Entries provided section start

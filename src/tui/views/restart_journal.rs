//! What the Restart view journals: each gel reading and the stop as spot readings on the
//! line, and the answer as a restart result linked to them; and the status line said then.

use super::Draft;
use super::restart::Question;
use super::restart_form::CheckedForm;
use crate::journal::{Payload, ResultKind};
use crate::line::restart::Outcome;
use crate::present::restart_json;
use crate::readings::{ParsedReading, find};
use crate::session::restart::RestartAnswer;
use crate::text::sanitize;
use crate::tui::strings::restart as s;

/// What a reading record stands for in a batch sent to the journal.
#[derive(Debug, Clone, Copy, PartialEq, Eq)]
pub(super) enum Role {
    Rest(usize),
    Gel(usize),
    Stop,
}

/// "Answer for L-2 journalled: will not restart (coldest: will not restart)."
pub(super) fn journalled_status(q: &Question, answer: &RestartAnswer) -> String {
    let short = |outcome: Outcome| match outcome {
        Outcome::Restarts => s::RESTARTS,
        Outcome::PumpTooWeak => s::STUCK,
        Outcome::LineTooWeak => s::DO_NOT_FORCE,
    };
    let cold = answer
        .cold
        .as_ref()
        .map(|c| format!(" ({}: {})", s::AT_COLDEST, short(c.check.outcome)))
        .unwrap_or_default();
    format!(
        "{} {} {}: {}{cold}.",
        s::ANSWER_FOR,
        sanitize(&q.line, false),
        s::JOURNALLED,
        short(answer.now.check.outcome)
    )
}

/// Each reading as a spot-reading record: a rest time then its gel stress, row by row, and
/// last how long the line has stood (a rest time of its own).
pub(super) fn payloads(c: &CheckedForm) -> Vec<(Role, Payload)> {
    let reading = |name: &str, raw: &str, si: f64| {
        find(name).map(|kind| {
            ParsedReading {
                kind,
                raw: raw.to_string(),
                value_si: si,
                // Rest times and gel stresses are not gauge pressures.
                basis: None,
            }
            .payload()
        })
    };
    let mut out = Vec::new();
    for (i, r) in c.readings.iter().enumerate() {
        out.extend(reading("rest-time", &r.rest.raw, r.rest.si).map(|p| (Role::Rest(i), p)));
        out.extend(reading("yield-stress", &r.gel.raw, r.gel.si).map(|p| (Role::Gel(i), p)));
    }
    if let Some(stop) = &c.stop {
        out.extend(reading("rest-time", &stop.raw, stop.si).map(|p| (Role::Stop, p)));
    }
    out
}

/// The answer as a restart result linked to the readings, in the `restart --json` shape
/// plus the line, pump and product it is about.
pub(super) fn result_draft(
    q: &Question,
    answer: &RestartAnswer,
    from: Vec<u64>,
    system: crate::units::UnitSystem,
) -> Draft {
    let mut data = restart_json::json(answer, system);
    data["line"] = q.line.clone().into();
    data["pump"] = q.pump.clone().into();
    data["product"] = q.product.clone().into();
    data["stopped_for_s"] = answer.input.stopped_for_s.into();
    let payload = Payload::Result {
        what: format!("restart {} by {} ({})", q.line, q.pump, q.product),
        result_kind: Some(ResultKind::Restart),
        from,
        data,
    };
    Draft::new(payload, Some(q.line.clone()))
}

Entries provided section end

- Your goal: Give all of the entries again, exactly.

- Completed task:
filename src/tui/views/restart_journal.rs
//! What the Restart view journals: each gel reading and the stop as spot readings on the
//! line, and the answer as a restart result linked to them; and the status line said then.

use super::Draft;
use super::restart::Question;
use super::restart_form::CheckedForm;
use crate::journal::{Payload, ResultKind};
use crate::line::restart::Outcome;
use crate::present::restart_json;
use crate::readings::{ParsedReading, find};
use crate::session::restart::RestartAnswer;
use crate::text::sanitize;
use crate::tui::strings::restart as s;

/// What a reading record stands for in a batch sent to the journal.
#[derive(Debug, Clone, Copy, PartialEq, Eq)]
pub(super) enum Role {
    Rest(usize),
    Gel(usize),
    Stop,
}

/// "Answer for L-2 journalled: will not restart (coldest: will not restart)."
pub(super) fn journalled_status(q: &Question, answer: &RestartAnswer) -> String {
    let short = |outcome: Outcome| match outcome {
        Outcome::Restarts => s::RESTARTS,
        Outcome::PumpTooWeak => s::STUCK,
        Outcome::LineTooWeak => s::DO_NOT_FORCE,
    };
    let cold = answer
        .cold
        .as_ref()
        .map(|c| format!(" ({}: {})", s::AT_COLDEST, short(c.check.outcome)))
        .unwrap_or_default();
    format!(
        "{} {} {}: {}{cold}.",
        s::ANSWER_FOR,
        sanitize(&q.line, false),
        s::JOURNALLED,
        short(answer.now.check.outcome)
    )
}

/// Each reading as a spot-reading record: a rest time then its gel stress, row by row, and
/// last how long the line has stood (a rest time of its own).
pub(super) fn payloads(c: &CheckedForm) -> Vec<(Role, Payload)> {
    let reading = |name: &str, raw: &str, si: f64| {
        find(name).map(|kind| {
            ParsedReading {
                kind,
                raw: raw.to_string(),
                value_si: si,
                // Rest times and gel stresses are not gauge pressures.
                basis: None,
            }
            .payload()
        })
    };
    let mut out = Vec::new();
    for (i, r) in c.readings.iter().enumerate() {
        out.extend(reading("rest-time", &r.rest.raw, r.rest.si).map(|p| (Role::Rest(i), p)));
        out.extend(reading("yield-stress", &r.gel.raw, r.gel.si).map(|p| (Role::Gel(i), p)));
    }
    if let Some(stop) = &c.stop {
        out.extend(reading("rest-time", &stop.raw, stop.si).map(|p| (Role::Stop, p)));
    }
    out
}

/// The answer as a restart result linked to the readings, in the `restart --json` shape
/// plus the line, pump and product it is about.
pub(super) fn result_draft(
    q: &Question,
    answer: &RestartAnswer,
    from: Vec<u64>,
    system: crate::units::UnitSystem,
) -> Draft {
    let mut data = restart_json::json(answer, system);
    data["line"] = q.line.clone().into();
    data["pump"] = q.pump.clone().into();
    data["product"] = q.product.clone().into();
    data["stopped_for_s"] = answer.input.stopped_for_s.into();
    let payload = Payload::Result {
        what: format!("restart {} by {} ({})", q.line, q.pump, q.product),
        result_kind: Some(ResultKind::Restart),
        from,
        data,
    };
    Draft::new(payload, Some(q.line.clone()))
}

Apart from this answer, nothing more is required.